L’arrivée peu discrète de l’EPFL dans le domaine des sciences humaines semble globalement bien accueillie par le milieu des historiens. «Comme toujours avec l’EPFL, il s’agit d’un projet très ambitieux, et l’idée me paraît intéressante, commente Christoph Flüeler, de l’Université de Fribourg et directeur d’ECodices, le plus grand projet de numérisation de manuscrits médiévaux helvétiques. Il est encore difficile de le juger, mais ce serait fantastique si les fonds levés permettaient de créer de nouveaux postes en histoire.»

«Je suis très curieux de voir comment le projet se développera, ajoute Enrico Natale, directeur d’Infoclio.ch, une plateforme internet consacrée à l’utilisation et au développement du numérique en histoire. Ce genre d’approches a beaucoup de potentiel, notamment pour dépasser le carcan très fermé de l’histoire académique.»

L’ambition du projet ne convainc guère Simon Teuscher, professeur d’histoire médiévale à l’Université de Zurich. «Je suis très sceptique. Les prétentions du projet sont énormes et paraissent infinies. La numérisation prend énormément de temps et coûte extrêmement cher. Le projet parle de robots capables de manipuler avec soin les parchemins, mais c’est de la science-fiction; nous en sommes encore très loin.»

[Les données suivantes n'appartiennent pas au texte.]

def _check_options(filename, below_limit, bad_cells, roles, mostly_missing) -> None:
    if below_limit not in BELOW_LIMIT_POLICIES:
        raise IntakeError(f"below_limit must be one of {', '.join(BELOW_LIMIT_POLICIES)}, not {below_limit!r}.")
    if bad_cells not in BAD_CELL_POLICIES:
        raise IntakeError(f"bad_cells must be one of {', '.join(BAD_CELL_POLICIES)}, not {bad_cells!r}.")
    for col, role in (roles or {}).items():
        if role not in ROLES:
            raise IntakeError(f"role {role!r} for column {col!r} is not one of {', '.join(ROLES)}.")
    if not 0 < mostly_missing <= 1:
        raise IntakeError(f"mostly_missing must be a fraction in (0, 1], not {mostly_missing!r}.")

«La reconnaissance optique de l’écriture manuscrite n’existe simplement pas, relève Christoph Flüeler. Nous travaillons à développer ce genre d’outils, mais ils restent encore inutilisables pour des historiens.»

La plus grosse inquiétude de Simon Teuscher concerne l’accent mis sur les technologies, au détriment de l’interprétation historique: «Je vois beaucoup de projets historiques et archéologiques tenter de remplacer l’interprétation par des simulations numériques, mais ce déplacement tend à occulter les orientations théoriques cachées dans les modèles informatiques. Et l’argent engagé dans la numérisation serait mieux investi ailleurs, dans le travail d’explication effectué par les historiens. Parfois, les sciences naturelles semblent gênées par le rôle joué par l’interprétation en sciences humaines.»

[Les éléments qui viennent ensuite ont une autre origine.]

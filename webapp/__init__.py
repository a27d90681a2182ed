"""LatentDesk web app. ``webapp.app.create_app`` builds the Flask server and mounts
Dash; gunicorn runs ``webapp.app:create_app()``.

The packages read as the architecture (docs/design.md section 1): the ways in (``web``,
``api``, ``cli``, ``worker``) sit on ``services``, which sit on ``auth``,
``jobs`` and ``store``; ``config`` and ``url_state`` are at the bottom, beside
the framework-free numerics in the top-level ``analysis`` package. This package
file imports nothing, so importing any part of ``webapp`` never pulls in the app
factory (imports point down only).
"""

«Nous n’étudions pas une question historique précise, explique Frédéric Kaplan. Ce que nous voulons construire, c’est un outil pour organiser l’information afin de la mettre à disposition des historiens.» Un concept qui rappelle le Humain Brain Project, dont l’objectif n’est, lui non plus, pas de tester une hypothèse scientifique concrète, mais de mettre au point une simulation informatique utilisable par les neuroscientifiques.

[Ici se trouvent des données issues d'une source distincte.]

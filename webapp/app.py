"""The application factory: ``create_app`` builds the Flask server, then mounts Dash.

Order: configuration -> store (engine, migrations) -> accounts (flask-login,
request guard) -> blueprints -> Dash pages. ``create_app`` returns the Flask
server (the WSGI app gunicorn runs); the Dash app is kept in
``server.extensions["latentdesk.dash"]``.
"""

from __future__ import annotations

import sys
from pathlib import Path
from typing import Any, Mapping

from flask import Flask
from werkzeug.middleware.proxy_fix import ProxyFix

from webapp.config import load_config

PACKAGE = Path(__file__).resolve().parent
DASH_KEY = "latentdesk.dash"
# Dash's page template with the page language set (WCAG 2.2, 3.1.1) and its scripts in a
# plain div: the page's own footer is its only contentinfo landmark.
INDEX_STRING = """<!DOCTYPE html>
<html lang="en">
    <head>
        {%metas%}
        <title>{%title%}</title>
        {%favicon%}
        {%css%}
    </head>
    <body>
        {%app_entry%}
        <div class="ld-scripts">
            {%config%}
            {%scripts%}
            {%renderer%}
        </div>
    </body>
</html>"""


def _register_blueprints(server: Flask) -> None:
    """The plain Flask routes: sign-in and sign-out, then the JSON API. Routes take row ids
    as ``<id:name>`` (``webapp.api.responses.IdConverter``); a JSON body too large or too
    deeply nested is refused before any view reads it (after the sign-in check)."""
    from webapp.api.responses import install_request_checks
    from webapp.api.routes import BLUEPRINTS
    from webapp.web import oidc_signin, signin

    install_request_checks(server)
    server.register_blueprint(signin.bp)
    oidc_signin.init_app(server)  # single sign-on, only when LATENTDESK_OIDC_ISSUER is set
    for blueprint in BLUEPRINTS:
        server.register_blueprint(blueprint)


def _assets_folder() -> Path:
    """The CSS and icons: the checkout's top-level assets/, or the copy a non-editable
    install puts under <prefix>/share/latentdesk/assets (pyproject data-files)."""
    for folder in (PACKAGE.parent / "assets", Path(sys.prefix) / "share" / "latentdesk" / "assets"):
        if folder.is_dir():
            return folder
    raise RuntimeError("LatentDesk's assets folder is missing; reinstall the package")


def _mount_dash(server: Flask) -> None:
    import dash

    from webapp import jobs
    from webapp.auth import projects
    from webapp.web import page_paths
    from webapp.web.ui import shell

    app = dash.Dash(
        "webapp",
        server=server,
        use_pages=True,
        pages_folder=str(PACKAGE / "web" / "pages"),
        assets_folder=str(_assets_folder()),
        url_base_pathname="/",
        suppress_callback_exceptions=True,
        background_callback_manager=jobs.make_manager(server.config),
        title="LatentDesk",
        update_title=None,
        index_string=INDEX_STRING,
    )
    app.layout = shell.layout
    shell.guard_page_layouts()
    server.before_request(page_paths.refuse_unknown_pages)
    projects.init_app(server, context_ids=page_paths.PROJECT_CONTEXT_IDS, templates=page_paths.page_templates())
    # Dash copies callbacks declared with ``dash.callback`` into the first app
    # that serves a request. Doing that now keeps each app built by
    # ``create_app`` complete even when a process builds several (tests).
    with server.test_request_context("/"):
        app._setup_server()
    server.extensions[DASH_KEY] = app


def create_app(config: Mapping[str, Any] | None = None) -> Flask:
    """Build the app from defaults, the home folder, LATENTDESK_* and ``config``.

    Raises webapp.config.ConfigError when a setting is unusable or the secret
    key is missing outside demo mode.
    """
    from webapp import auth, store
    from webapp.services import webhooks
    from webapp.web import security_headers

    settings = load_config(config)
    Path(settings["HOME"]).mkdir(parents=True, exist_ok=True)
    server = Flask("webapp", instance_path=settings["HOME"], static_folder=None)
    server.config.update(settings)
    # A page upload travels base64-encoded inside a callback (4/3 of the bytes).
    server.config["MAX_CONTENT_LENGTH"] = settings["MAX_UPLOAD_MB"] * 1024**2 * 3 // 2 + 1024**2
    if settings["PROXY_HOPS"]:
        hops = settings["PROXY_HOPS"]
        server.wsgi_app = ProxyFix(server.wsgi_app, x_for=hops, x_proto=hops, x_host=hops)

    store.init_app(server)
    auth.init_app(server)
    webhooks.init_app(server)
    _register_blueprints(server)
    _mount_dash(server)
    security_headers.init_app(server, server.extensions[DASH_KEY].csp_hashes)
    return server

L’attrait de la puissance des outils informatiques représente un autre danger: celui de confondre le moyen avec la fin. «Frédéric Kaplan parle de créer des Street View et Facebook historiques, poursuit l’historien zurichois. Or, même aujourd’hui, l’étude des réseaux sociaux ne permet pas de comprendre les mécanismes qui se cachent derrière les vrais problèmes de la société actuelle, tels que la crise financière, par exemple. Comme il est décrit, le projet Venice Time Machine ne permet pas de comprendre comment les chercheurs comptent utiliser ce type d’outil.» «On voit relativement souvent des projets dans lesquels la visualisation des données prend une place importante sans que l’on puisse identifier une hypothèse de recherche, ajoute Enrico Natale. Certes, ces outils sont encore neufs et il paraît normal de les tester pour voir ce que l’on peut réaliser avec, mais il est crucial de formuler clairement une question scientifique. Il y a également un danger d’attribuer aux données une valeur intrinsèque. C’est oublier que toute donnée a été extraite par un chercheur, et que ce processus d’extraction se base sur une attribution de certaines valeurs.»

D’un projet ambitieux à un autre. Un autre projet lausannois témoigne de l’essor des outils informatiques en histoire. Mené par Martin Grandjean, doctorant à l’Université de Lausanne, il s’intéresse aux collaborations entre scientifiques européens durant l’entre-deux- guerres et veut notamment dévoiler comment les scientifiques allemands ont réussi à briser l’isolement dans lequel les avait plongés la fin de la Première Guerre mondiale. Pour y arriver, l’historien épluche les archives de la Société des Nations, nourrit une base de données et génère des graphes qui représentent les liens existants entre les chercheurs.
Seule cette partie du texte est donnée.